NASA’s cancelled Altair lander on the moon. (Credit: NASA)

Human Landing System – Ascent Element
Solicitation Number: NNH19ZCQ001K_APP-H
Notice Type: Pre-solicitation
Full Pre-solicitation

Synopsis:
Added: Apr 08, 2019 3:30 pm

NASA intends to release a solicitation under the second Next Space Technologies for Exploration Partnerships (NextSTEP-2) Broad Agency Announcement (BAA) to seek proposals from industry in support of design analysis, technology maturation, system development and integration, and space flight demonstrations for the Ascent Element of the Human Landing System (HLS), an integrated lunar transportation system. The Ascent Element will provide a safe environment as humans are transported to the lunar surface. The Ascent Element also provides powered ascent for the crew to return them safely from the lunar surface. The primary objective of this Appendix to the NextSTEP-2 BAA is to enable rapid development and flight demonstrations of human lunar landers.
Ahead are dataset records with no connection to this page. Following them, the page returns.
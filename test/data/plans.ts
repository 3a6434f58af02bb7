import type { DataPlan, VariablePlan, VariableType } from '../../src/study/study.ts';

/** A variable with every setting at its default. */
export function variable(
  name: string,
  type: VariableType = 'number',
  more: Partial<VariablePlan> = {},
): VariablePlan {
  return {
    name,
    type,
    column: name,
    unit: null,
    label: null,
    atLeast: null,
    atMost: null,
    levels: null,
    baseline: null,
    flagValues: null,
    pattern: null,
    missing: [],
    ...more,
  };
}

/** A plan with every setting at its default. */
export function plan(variables: readonly VariablePlan[], more: Partial<DataPlan> = {}): DataPlan {
  return {
    file: 'rows.csv',
    format: { delimiter: null, decimalMark: '.', encoding: null },
    missing: [''],
    rowId: null,
    time: null,
    variables,
    onBadValue: 'stop',
    ...more,
  };
}

export function numbersPlan(file: string, names: readonly string[]): DataPlan {
  return plan(
    names.map((name) => variable(name)),
    { file },
  );
}
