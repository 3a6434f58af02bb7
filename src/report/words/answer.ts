import { count, percent, share } from '../numbers.ts';
import type { RecordCandidate, RecordTerm, StudyRecord } from '../record-type.ts';
import { briefEffect } from './effect.ts';
import { type Lexicon, labelOf, listed, lowered, named, raised } from './lexicon.ts';
import { typicalMiss } from './miss.ts';
import { type ModelsLookedAt, modelsPhrase } from './models.ts';
import { predictionSentence } from './prediction.ts';
import { fittedQuantity } from './scale.ts';
import { stepPhrase } from './term.ts';

/** A typical step of a term with the term that it belongs to. */
export interface Rung {
  readonly term: RecordTerm;
  readonly step: RecordTerm['typical_steps'][number];
}

/** One rung per variable, the largest step of each, largest first: what goes with the response most. */
export function largestRungs(terms: readonly RecordTerm[]): Rung[] {
  const byVariable = new Map<string, Rung>();
  for (const term of terms) {
    for (const step of term.typical_steps) {
      const key = term.variables[0] ?? term.name;
      const known = byVariable.get(key);
      if (known === undefined || Math.abs(step.estimate) > Math.abs(known.step.estimate))
        byVariable.set(key, { term, step });
    }
  }
  return [...byVariable.values()].sort((a, b) => Math.abs(b.step.estimate) - Math.abs(a.step.estimate));
}

/** The answer on the first screen, in one to three sentences. */
export function answerSentences(record: StudyRecord, lexicon: Lexicon): string[] {
  const { model } = record;
  if (model === null) return noneAdmitted(record);
  const asked = predictionSentence(lexicon, record.predictions, record.prediction_total);
  return [...(asked === null ? [] : [asked]), ...driverSentence(lexicon, model.terms)];
}

/** "What fuel burned goes with most: speed (from 9.1 to 10.9 kn, 112 L more …), then cargo (…)." */
function driverSentence(lexicon: Lexicon, terms: readonly RecordTerm[]): string[] {
  const rungs = largestRungs(terms).slice(0, 2);
  const said = rungs.map(({ term, step }) => {
    const variable = term.variables[0] ?? term.name;
    const where = stepPhrase(lexicon, variable, step);
    return `${labelOf(lexicon, variable)} (${where}: ${briefEffect(lexicon, step)})`;
  });
  const [first, second] = said;
  if (first === undefined) return [];
  const held = terms.length > 1 ? ', the other terms held' : '';
  return [
    second === undefined
      ? `${raised(lexicon.response.label)} goes with ${first}${held}.`
      : `Of the terms in the model, ${lexicon.response.label} goes most with ${first}, then with ${second}${held}.`,
  ];
}

function noneAdmitted(record: StudyRecord): string[] {
  const n = record.candidates.length;
  const which =
    n === 1 ? 'The one candidate was not admitted' : `None of the ${count(n)} candidates was admitted`;
  const best = record.selection.ranking[0];
  const reasons = record.candidates.find((c) => c.name === best?.candidate)?.refused_because ?? [];
  const nearest =
    best === undefined || reasons.length === 0
      ? ''
      : ` The best ranked, ${named(best.candidate)}, was refused: ${listed(reasons.map((r) => lowered(r.replace(/\.$/, ''))))}.`;
  return [`${which} under the rules that the study declares, so there is no model to answer with.${nearest}`];
}

/** How well the chosen model follows the data: "It accounts for …, typically missing by 24 L." */
export function fitSentence(lexicon: Lexicon, candidate: RecordCandidate, looked: ModelsLookedAt): string {
  const from =
    looked.count === 1
      ? `The one candidate, ${named(candidate.name)},`
      : `${named(candidate.name)}, chosen of ${modelsPhrase(looked)},`;
  if (candidate.r_squared === null) return `${from} has no defined R².`;
  const adjusted =
    candidate.adjusted_r_squared === null ? '' : ` (adjusted R² ${share(candidate.adjusted_r_squared)})`;
  return `${from} accounts for ${percent(candidate.r_squared)} of the variation in ${fittedQuantity(lexicon.response)}${adjusted}${missPhrase(lexicon, candidate)}.`;
}

function missPhrase(lexicon: Lexicon, candidate: RecordCandidate): string {
  // A fit without standard errors is exact: what it misses by is rounding.
  if (candidate.coefficients.every(({ standard_error: error }) => error === null))
    return '; it fits these rows exactly';
  const miss = typicalMiss(lexicon, candidate.residual_standard_error);
  return miss === null ? '' : `; it typically misses by ${miss}`;
}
Contracts awarded under Appendix H may have multiple phases. The first phase will be for brief studies in order to mature requirements, tailor applicable standards, procure long-lead parts and implement technology maturation plans for early risk reduction. Following the study, NASA intends to execute future phases that may result in multiple awards, for the Design, Development, Test, and Evaluation (DDT&E) and flight demonstrations of Ascent Elements. The detailed study requirements and additional information on the overall acquisition strategy will be contained in the forthcoming Appendix H solicitation.

NASA will use the information gained through these initial studies to inform the performance requirements for the HLS and will work with industry to continue to mature the approach for future missions.

30 responses to “NASA Publishes Pre-solicitation for Human Lunar Lander Ascent System”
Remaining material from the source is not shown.